Lung cancer patients had the highest levels of MCC, multimorbidity, and frailty. There was a positive association between all three measures and a greater hazard of death after adjusting for age, sex (colorectal and lung only), and stage. Breast cancer patients with 5+ comorbidities had an adjusted hazard ratio (aHR) of 1.63 (95% confidence interval [CI]: 1.38, 1.93), and those with mild frailty had an aHR of 3.38 (95% CI; 2.12, 5.41). The C statistics for breast cancer were 0.79, 0.78, and 0.79 for the MCC, MWI, and CFI respectively. Similarly, lung cancer patients who were moderately or severely frail had an aHR of 1.82 (95% CI: 1.53, 2.18) while prostate cancer patients had an aHR of 3.39 (95% CI: 2.12, 5.41) and colorectal cancer patients had an aHR of 4.51 (95% CI: 3.23, 6.29).

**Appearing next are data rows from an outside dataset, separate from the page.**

def _safe_label(text: str) -> str:
    label = re.sub(r"[^A-Za-z0-9_.+-]+", "_", text).strip("_.")
    return label[:60] or "position"


def read_manifest(manifest: str | os.PathLike) -> list[PositionSpec]:
    """Read the positions of a survey from a CSV manifest or a folder of map files.

    Parameters
    ----------
    manifest
        A CSV file whose header carries units in brackets::

            # invented wafer W-0; positions in mm from the wafer centre
            file,x [mm],y [mm],kind,energy_min [eV],energy_max [eV]
            maps/a1.nc,-12.0,-12.0,emission,,
            maps/a2.nc,0.0,-12.0,emission,1.525,1.565

        Required columns: ``file`` (relative to the manifest's folder, or absolute),
        ``x`` and ``y`` (length units: mm, um, cm or m).  Optional per-position columns:
        ``label`` (names the result folder), ``kind`` (emission | reflectance |
        transmission), ``model`` (two | three), ``wavelength_medium`` (vacuum | air),
        ``energy_min`` and ``energy_max`` (energy units, a crop window), ``priors`` (a
        TOML file of priors, relative to the manifest), ``comment`` (ignored).  An empty
        cell means "not set".  ``#`` lines are comments.

        Or a folder: every map file in it (``.nc``, ``.nc4``, ``.h5``, ``.hdf5``,
        ``.npz``, ``.txt``; sorted by name) whose attributes carry ``x`` and ``y``,
        either as text with units (``"12.5 mm"``) or as numbers with a ``position_units``
        (or ``x_units``/``y_units``) attribute.

    Returns
    -------
    list of PositionSpec
        In manifest order (the order that fixes each position's seed).

    Raises
    ------
    DataError
        Naming the manifest (or map file), the row and the column: missing columns,
        unknown columns, units that are not a length (or energy), cells that are not
        numbers, unknown option values, empty windows, duplicated files, no rows.
    """
    path = Path(manifest)
    if path.is_dir():
        return _read_folder(path)
    if not path.is_file():
        raise DataError(
            "expected a manifest (CSV with columns file, x [mm], y [mm]) or a folder of map "
            "files; found nothing at this path. Fix: check the path",
            path=path,
            field="manifest",
        )
    return _read_csv_manifest(path)


def _read_csv_manifest(path: Path) -> list[PositionSpec]:
    from polkit.data.text import decode_text, parse_header_name, split_comments

    text = decode_text(path.read_bytes(), path=path)
    _, lines = split_comments(text)
    if not lines:
        raise DataError(
            "expected a header line (file, x [mm], y [mm], ...) and one row per position; "
            "found only comments or blank lines",
            path=path,
            field="header",
        )
    header_line, header = lines[0]
    delimiter = next((d for d in ("\t", ",", ";") if d in header), ",")
    cells = _split_row(header, delimiter, path, header_line)
    columns: list[tuple[str, str, str | None]] = []  # (name, header cell, units)
    seen: dict[str, str] = {}
    for cell in cells:
        name, units = parse_header_name(cell, path=path, field=cell.strip() or "header")
        if name not in _COLUMNS:
            raise DataError(
                f"header (line {header_line}): unknown column {cell.strip()!r}; expected "
                f"columns {', '.join(_header_example(n) for n in _COLUMNS)}. Fix: rename or "
                "remove the column",
                path=path,
                field=cell.strip(),
            )
        if name in seen:
            raise DataError(
                f"header (line {header_line}): column {name!r} appears twice "
                f"({seen[name]!r} and {cell.strip()!r}). Fix: keep one",
                path=path,
                field=cell.strip(),
            )
        seen[name] = cell.strip()
        columns.append((name, cell.strip(), units))
    for required in ("file", "x", "y"):
        if required not in seen:
            raise DataError(
                f"header (line {header_line}): expected a column {_header_example(required)!r}"
                f"; found columns {[c[1] for c in columns]}. Fix: add the column",
                path=path,
                field=_header_example(required),
            )
    factors = {}
    for name, cell, units in columns:
        kind = _COLUMNS[name]
        if kind == _TEXT:
            continue
        table = LENGTH_UNITS if kind == _LENGTH else _energy_units()
        what = "a length (wafer position)" if kind == _LENGTH else "a photon energy"
        if units is None or units not in table:
            found = "no units" if units is None else f"units {units!r}"
            raise DataError(
                f"header (line {header_line}): expected units of {what} in brackets, one of "
                f"{', '.join(repr(u) for u in table)}; found {found}. Fix: write e.g. "
                f"{_header_example(name)!r}",
                path=path,
                field=cell,
            )
        factors[name] = table[units]
    header_of = {name: h for name, h, _ in columns}

    specs: list[PositionSpec] = []
    files_seen: dict[str, tuple[int, int, str]] = {}
    for row, (line, text_line) in enumerate(lines[1:], start=1):
        values = _split_row(text_line, delimiter, path, line)
        if len(values) != len(columns):
            raise DataError(
                f"row {row} (line {line}): expected {len(columns)} cells like the header; "
                f"found {len(values)}. Fix: add empty cells or remove extra ones",
                path=path,
                field=f"row {row}",
            )
        cell = {name: v.strip() for (name, _, _), v in zip(columns, values, strict=True)}

        def where(name, row=row, line=line):
            return f"row {row} (line {line}), column {header_of[name]!r}"

        if not cell["file"]:
            raise DataError(
                f"{where('file')}: expected a map file name; found an empty cell. Fix: fill "
                "it in or delete the row",
                path=path,
                field="file",
            )
        file_path = Path(cell["file"])
        if not file_path.is_absolute():
            file_path = path.parent / file_path
        # the same map under two names (relative and absolute, a symbolic link, '..'):
        # compared after resolving every link
        key = os.path.realpath(file_path)
        if key in files_seen:
            first_row, first_line, first_name = files_seen[key]
            raise DataError(
                f"{where('file')}: {cell['file']!r} is the same map as {first_name!r} in row "
                f"{first_row} (line {first_line}) (both are {key}); each map is one "
                "position. Fix: remove one of the two rows",
                path=path,
                field="file",
            )
        files_seen[key] = (row, line, cell["file"])
        x = _cell_number(cell["x"], where("x"), path, header_of["x"], required=True)
        y = _cell_number(cell["y"], where("y"), path, header_of["y"], required=True)
        options: dict[str, Any] = {}
        for name, allowed in (("kind", KINDS), ("model", tuple(MODELS)),
                              ("wavelength_medium", MEDIA)):
            value = cell.get(name, "")
            if not value:
                continue
            if value.lower() not in allowed:
                raise DataError(
                    f"{where(name)}: expected one of {', '.join(allowed)} (or an empty cell); "
                    f"found {value!r}",
                    path=path,
                    field=header_of[name],
                )
            options[name] = value.lower()
        window = None
        lo = hi = math.nan
        if cell.get("energy_min"):
            lo = _cell_number(cell["energy_min"], where("energy_min"), path,
                              header_of["energy_min"], required=False)
        if cell.get("energy_max"):
            hi = _cell_number(cell["energy_max"], where("energy_max"), path,
                              header_of["energy_max"], required=False)
        if not (math.isnan(lo) and math.isnan(hi)):
            lo = lo * factors["energy_min"] if not math.isnan(lo) else 0.0
            hi = hi * factors["energy_max"] if not math.isnan(hi) else 1e6
            if not lo < hi:
                raise DataError(
                    f"row {row} (line {line}): expected energy_min < energy_max; found "
                    f"{lo:g} eV and {hi:g} eV. Fix: swap or correct the window",
                    path=path,
                    field=header_of.get("energy_max", header_of.get("energy_min")),
                )
            window = (lo, hi)
        priors = None
        if cell.get("priors"):
            priors = Path(cell["priors"])
            if not priors.is_absolute():
                priors = path.parent / priors
            if not priors.is_file():
                raise DataError(
                    f"{where('priors')}: expected a priors file; found nothing at "
                    f"{cell['priors']!r} (relative to the manifest's folder). Fix: correct "
                    "the path or empty the cell",
                    path=path,
                    field=header_of["priors"],
                )
        index = len(specs)
        label = cell.get("label") or Path(cell["file"]).stem
        specs.append(
            PositionSpec(
                index=index,
                position_id=f"{index:03d}_{_safe_label(label)}",
                file=file_path.resolve(),
                file_label=cell["file"],
                x_mm=x * factors["x"],
                y_mm=y * factors["y"],
                kind=options.get("kind"),
                model=options.get("model"),
                wavelength_medium=options.get("wavelength_medium"),
                energy_window=window,
                priors=None if priors is None else priors.resolve(),
                line=line,
            )
        )
    if not specs:
        raise DataError(
            f"expected one row per position after the header (line {header_line}); found "
            "none. Fix: add rows (file, x, y)",
            path=path,
            field="rows",
        )
    return specs


def _energy_units() -> dict[str, float]:
    from polkit.units import ENERGY_UNITS

    return ENERGY_UNITS


def _header_example(name: str) -> str:
    return {"x": "x [mm]", "y": "y [mm]", "energy_min": "energy_min [eV]",
            "energy_max": "energy_max [eV]"}.get(name, name)


def _split_row(line: str, delimiter: str, path: Path, number: int) -> list[str]:
    try:
        return next(csv.reader([line], delimiter=delimiter, strict=True))
    except (csv.Error, StopIteration) as exc:
        raise DataError(
            f"line {number}: expected a delimited row; found unreadable text ({exc}). Fix: "
            "correct the quoting of that line",
            path=path,
            field=f"line {number}",
        ) from None


def _cell_number(text: str, where: str, path: Path, column, *, required: bool) -> float:
    if not text:
        if required:
            raise DataError(
                f"{where}: expected a number; found an empty cell. Fix: fill it in",
                path=path,
                field=column,
            )
        return math.nan
    if not _NUMBER_RE.match(text):
        hint = (" (a decimal comma?) Fix: write numbers with '.' as decimal separator"
                if re.match(r"^[+-]?\d+,\d+$", text) else " Fix: correct the cell")
        raise DataError(
            f"{where}: expected a number; found {text[:40]!r}.{hint}",
            path=path,
            field=column,
        )
    value = float(text)
    if not math.isfinite(value):
        raise DataError(f"{where}: expected a finite number; found {text!r}", path=path,
                        field=column)
    return value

Model performance was nearly identical across the MCC, multimorbidity, and frailty models within cancer type. The models performed best for prostate and breast cancer, and notably worse for lung cancer. The frailty models showed the greatest separation in unadjusted survival curves.

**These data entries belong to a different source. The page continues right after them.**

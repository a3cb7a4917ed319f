//! `strata::json`, the engine's JSON reader, against serde_json itself
//! (serde_json 1.0.154 in Cargo.lock, the reader it replaces): for every input
//! both give the same `Value` (same number types, same key order, the sign of
//! -0.0) or the same error text with the same line and column.
//!
//! The corpus: every spec, example, data file, hostile case and JSON fixture
//! in the repository, then generated cases: every prefix of a few documents,
//! random byte flips, numbers at the u64/i64/f64 edges, escapes and
//! surrogates, nesting at and past the limit, duplicate keys, BOM and NUL
//! bytes. Floats: the native test build of serde_json has its
//! `float_roundtrip` feature (correctly rounded, as `str::parse` is), which
//! the engine's reader matches; `float_reference_is_exact` checks that this
//! is so, or the comparisons would not be fair.

use serde_json::Value;
use std::path::{Path, PathBuf};

fn root() -> PathBuf {
    Path::new(env!("CARGO_MANIFEST_DIR")).join("../..")
}

/// Compare the two readers on `bytes` (as bytes, and as text when UTF-8).
fn same(bytes: &[u8]) {
    let theirs = serde_json::from_slice::<Value>(bytes);
    let ours = strata::json::from_slice(bytes);
    let show = String::from_utf8_lossy(&bytes[..bytes.len().min(200)]).into_owned();
    match (&ours, &theirs) {
        (Ok(a), Ok(b)) => {
            assert_eq!(a, b, "{show:?}");
            // `==` ignores key order and the sign of zero; Debug shows both.
            assert_eq!(format!("{a:?}"), format!("{b:?}"), "{show:?}");
            // And the writer: serde_json's compact text of the value.
            assert_eq!(strata::json::to_string(a), b.to_string(), "{show:?}");
        }
        (Err(a), Err(b)) => {
            assert_eq!(a.to_string(), b.to_string(), "{show:?}");
            assert_eq!((a.line(), a.column()), (b.line(), b.column()), "{show:?}");
        }
        _ => panic!("{show:?}: ours {ours:?}, serde_json {theirs:?}"),
    }
    if let Ok(text) = std::str::from_utf8(bytes) {
        let theirs = serde_json::from_str::<Value>(text).map_err(|e| e.to_string());
        let ours = strata::json::from_str(text).map_err(|e| e.to_string());
        assert_eq!(format!("{ours:?}"), format!("{theirs:?}"), "{show:?}");
    }
}

fn files(dir: &Path, out: &mut Vec<PathBuf>) {
    let Ok(entries) = std::fs::read_dir(dir) else { return };
    for e in entries.flatten() {
        let p = e.path();
        if p.is_dir() {
            files(&p, out);
        } else {
            out.push(p);
        }
    }
}

#[test]
fn float_reference_is_exact() {
    // 2^-1074 * 3 written out: serde_json's fast path without
    // `float_roundtrip` is not correctly rounded on long inputs like these.
    for text in ["2.2250738585072011e-308", "7.038531e-26", "9007199254740993.0", "1.7976931348623157e308", "0.30000000000000004441"] {
        let theirs: f64 = serde_json::from_str(text).unwrap();
        assert_eq!(theirs.to_bits(), text.parse::<f64>().unwrap().to_bits(), "{text}");
    }
}

#[test]
fn the_repository_reads_alike() {
    let r = root();
    let mut all = Vec::new();
    for dir in ["tests/golden/specs", "tests/hostile", "tests/reference/fixtures"] {
        files(&r.join(dir), &mut all);
    }
    for dir in ["examples", "examples/data"] {
        for e in std::fs::read_dir(r.join(dir)).unwrap().flatten() {
            all.push(e.path());
        }
    }
    let all: Vec<PathBuf> = all.into_iter().filter(|p| p.is_file()).collect();
    let json = all.iter().filter(|p| p.extension().is_some_and(|e| e == "json")).count();
    assert!(json > 50, "found only {json} JSON files under {}", r.display());
    for p in &all {
        let bytes = std::fs::read(p).unwrap();
        same(&bytes);
        // Hostile cases hold JSON per line, too.
        if p.extension().is_some_and(|e| e == "jsonl") {
            for line in bytes.split(|&b| b == b'\n') {
                same(line);
            }
        }
    }
}

const DOCS: &[&str] = &[
    r#"{"layers": [{"draw": "point", "x": "a", "y": "b"}], "data": {"rows": [{"a": 1, "b": -2.5e3}]}}"#,
    "[\n  {\"town\": \"Gr\\u00fcnberg \\\"old\\\"\", \"n\": 12, \"ok\": true, \"x\": null},\n  {\"town\": \"\\ud83d\\ude00 \\n\\t\\/\", \"n\": -0, \"ok\": false}\n]\n",
    r#"{"type":"FeatureCollection","features":[{"type":"Feature","properties":{"name":"A"},"geometry":{"type":"Polygon","coordinates":[[[0,0],[1,0.5],[1,1e-3],[0,0]]]}}]}"#,
    "  \r\n\t[1.5E+2, 0.0, 1e-7, 18446744073709551615, -9223372036854775808, \"\u{e9}\u{20ac}\"] \n",
];

#[test]
fn every_prefix_reads_alike() {
    for doc in DOCS {
        for end in 0..=doc.len() {
            same(&doc.as_bytes()[..end]);
        }
    }
}

#[test]
fn byte_flips_read_alike() {
    let mut state = 0x2545_f491_4f6c_dd1du64;
    let mut next = move || {
        state ^= state << 13;
        state ^= state >> 7;
        state ^= state << 17;
        state
    };
    let bytes = b"{}[]:,\"\\/ \t\n\r0-+.eE19aunlfrt\x00\x1f\x7f\xc3\xa9\xff\xed\xa0\x80";
    for doc in DOCS {
        for _ in 0..400 {
            let mut d = doc.as_bytes().to_vec();
            for _ in 0..1 + next() % 3 {
                let i = (next() % d.len() as u64) as usize;
                match next() % 3 {
                    0 => d[i] = bytes[(next() % bytes.len() as u64) as usize],
                    1 => {
                        d.remove(i);
                    }
                    _ => d.insert(i, bytes[(next() % bytes.len() as u64) as usize]),
                }
            }
            same(&d);
        }
    }
}

#[test]
fn numbers_read_alike() {
    let cases = [
        "0",
        "-0",
        "-0.0",
        "0.0",
        "1",
        "-1",
        "01",
        "-01",
        "00",
        "1.",
        "1.e3",
        ".5",
        "-",
        "+1",
        "1e",
        "1e+",
        "1e-",
        "1E5",
        "1e05",
        "--1",
        "18446744073709551615",
        "18446744073709551616",
        "-18446744073709551615",
        "-18446744073709551616",
        "9223372036854775807",
        "9223372036854775808",
        "-9223372036854775808",
        "-9223372036854775809",
        "123456789012345678901234567890",
        "-123456789012345678901234567890",
        "1234567890123456789012345678901234567890.5e-10",
        "1e308",
        "1.7976931348623157e308",
        "1.7976931348623159e308",
        "1e309",
        "1e400",
        "-1e400",
        "1e-400",
        "0.1e-400",
        "4.9e-324",
        "2e-324",
        "1e2147483647",
        "1e2147483648",
        "1e99999999999",
        "-1e99999999999",
        "0e99999999999",
        "0.000e99999999999",
        "1e-99999999999",
        "-0e-99999999999",
        "1e-2147483648",
        "123.456e-2147483647",
        "0.1",
        "0.2",
        "0.30000000000000004",
        "3.141592653589793238462643383279",
        "9007199254740993",
        "9007199254740993.0",
        "5e-1",
        "1x",
        "1.5.3",
        "[1e400]",
        "{\"a\":1e400}",
        "[-]",
        "[01]",
        "[1.]",
        "[1e]",
        "1 ",
        " 1",
        "1\n2",
        "1e5x",
        "-a",
        "-.",
        "2.5e+",
        "7e+0",
        "7e-0",
    ];
    for c in cases {
        same(c.as_bytes());
    }
    let long_digits = "1".repeat(500);
    same(long_digits.as_bytes());
    same(format!("0.{}", "0".repeat(400) + "1").as_bytes());
    same(format!("{long_digits}e-300").as_bytes());
}

#[test]
fn strings_read_alike() {
    let cases: &[&[u8]] = &[
        b"\"\"",
        b"\"a",
        b"\"\\",
        b"\"\\u",
        b"\"\\u12",
        b"\"\\u00e9\"",
        b"\"\\u00E9\"",
        b"\"\\u00g9\"",
        b"\"\\x\"",
        b"\"\\/\\b\\f\\n\\r\\t\\\"\\\\\"",
        b"\"\\ud83d\\ude00\"",
        b"\"\\ud83d\"",
        b"\"\\ud83d",
        b"\"\\ud83d\\",
        b"\"\\ud83dx\"",
        b"\"\\ud83d\\n\"",
        b"\"\\ud83d\\u0041\"",
        b"\"\\ude00\"",
        b"\"\\ud83d\\ud83d\"",
        b"\"\\udbff\\udfff\"",
        b"\"\\u0000\"",
        b"\"\x00\"",
        b"\"\x1f\"",
        b"\"\x7f\"",
        b"\"a\nb\"",
        b"\"\t\"",
        b"\"\xff\"",
        b"\"ab\xc3\"",
        b"\"\xc3\xa9\"",
        b"\"\xed\xa0\x80\"",
        b"\"\xf0\x9f\x98\x80\"",
        b"\"\\u00e9\xff\"",
        b"\xef\xbb\xbf{}",
        b"\xef\xbb\xbf\"x\"",
        b"\x00",
        b"{\"a\x00\":1}",
        b"[\"\x00\"]",
        b"\"\xe2\x80\xa8\"",
    ];
    for c in cases {
        same(c);
    }
}

#[test]
fn structure_reads_alike() {
    let cases = [
        "",
        " ",
        "\n\n  ",
        "{",
        "[",
        "}",
        "]",
        "{}",
        "[]",
        "{,}",
        "[,]",
        "[1,]",
        "[1,,2]",
        "{\"a\":1,}",
        "{\"a\":1,,}",
        "{\"a\"}",
        "{\"a\" 1}",
        "{\"a\":}",
        "{\"a\":1 \"b\":2}",
        "[1 2]",
        "{1:2}",
        "{\"a\":1,2:3}",
        "{'a':1}",
        "[true, false, null]",
        "tru",
        "nul",
        "nulll",
        "True",
        "[nan]",
        "[Infinity]",
        "{\"a\":1,\"b\":2,\"a\":3}",
        "{\"b\":1,\"a\":2,\"b\":{\"c\":3},\"a\":null}",
        "[] []",
        "{}x",
        "[1]\n\n  ]",
        "\u{feff}[]",
        "[\u{a0}]",
        "[1,\u{2028}2]",
        "[\x0b1]",
        "[\x0c1]",
        "{\"a\":[{\"b\":[{\"c\":{}}]}]}",
        "[1,\n2,\n3,\n}",
        "{\n\"a\": 1\n\"b\": 2}",
    ];
    for c in cases {
        same(c.as_bytes());
    }
}

#[test]
fn nesting_reads_alike() {
    for depth in [126, 127, 128, 129, 1000, 10_000, 100_000] {
        same(format!("{}{}", "[".repeat(depth), "]".repeat(depth)).as_bytes());
        same("[".repeat(depth).as_bytes());
        same(format!("{}1{}", "{\"a\":".repeat(depth), "}".repeat(depth)).as_bytes());
        same(format!("{}{}", "[{\"k\":".repeat(depth / 2), "[]".to_string() + &"}]".repeat(depth / 2)).as_bytes());
    }
}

The MCC, multimorbidity, and frailty indices performed similarly well in predicting mortality among a large cohort of older cancer patients. However, there were notable differences by cancer type. This work highlights that although model performance is similar, frailty may serve as a clearer indicator in risk stratification of geriatric oncology patients than simple MCCs or multimorbidity.
多种慢性疾病(MCC)、多种合并症和虚弱的高发率可能会影响老年癌症患者的治疗和预后。本研究的目的是使用三种概念上不同的发病率衡量标准来检查这些衡量标准与死亡率之间的关联。
使用医疗保险索赔数据与 2012-2016 年俄亥俄州癌症发病率监测系统相关联,我们确定了患有乳腺癌、结直肠癌、肺癌或前列腺癌的初发癌症部位的老年人(n=29,140)。我们使用索赔数据来确定他们的 Elixhauser 合并症、多重合并症加权指数(MWI)和索赔虚弱指数(CFI),分别作为 MCC、多种合并症和虚弱的衡量标准。我们使用 Cox 比例风险模型来检查这些措施与诊断后生存时间之间的关联。
肺癌患者的 MCC、多种合并症和虚弱程度最高。在调整年龄、性别(仅结直肠癌和肺癌)和阶段后,所有三种措施与死亡风险增加呈正相关。患有 5 种以上合并症的乳腺癌患者的调整后危险比(aHR)为 1.63(95%置信区间[CI]:1.38,1.93),患有轻度虚弱的患者的 aHR 为 3.38(95% CI;2.12,5.41)。乳腺癌的 C 统计量分别为 MCC、MWI 和 CFI 的 0.79、0.78 和 0.79。同样,中度或重度虚弱的肺癌患者的 aHR 为 1.82(95% CI:1.53,2.18),而前列腺癌患者的 aHR 为 3.39(95% CI:1.53,2.18),结直肠癌患者的 aHR 为 4.51(95% CI:3.23,6.29)。在癌症类型内,MCC、多种合并症和虚弱模型的模型性能几乎相同。该模型在前列腺癌和乳腺癌中的性能最好,而在肺癌中的性能明显更差。虚弱模型在未经调整的生存曲线中显示出最大的分离。
在一个大型老年癌症患者队列中,MCC、多种合并症和虚弱指数在预测死亡率方面表现相似。然而,癌症类型之间存在显著差异。这项工作强调,尽管模型性能相似,但在老年肿瘤患者的风险分层中,虚弱可能比简单的 MCC 或多种合并症更能清晰地指示。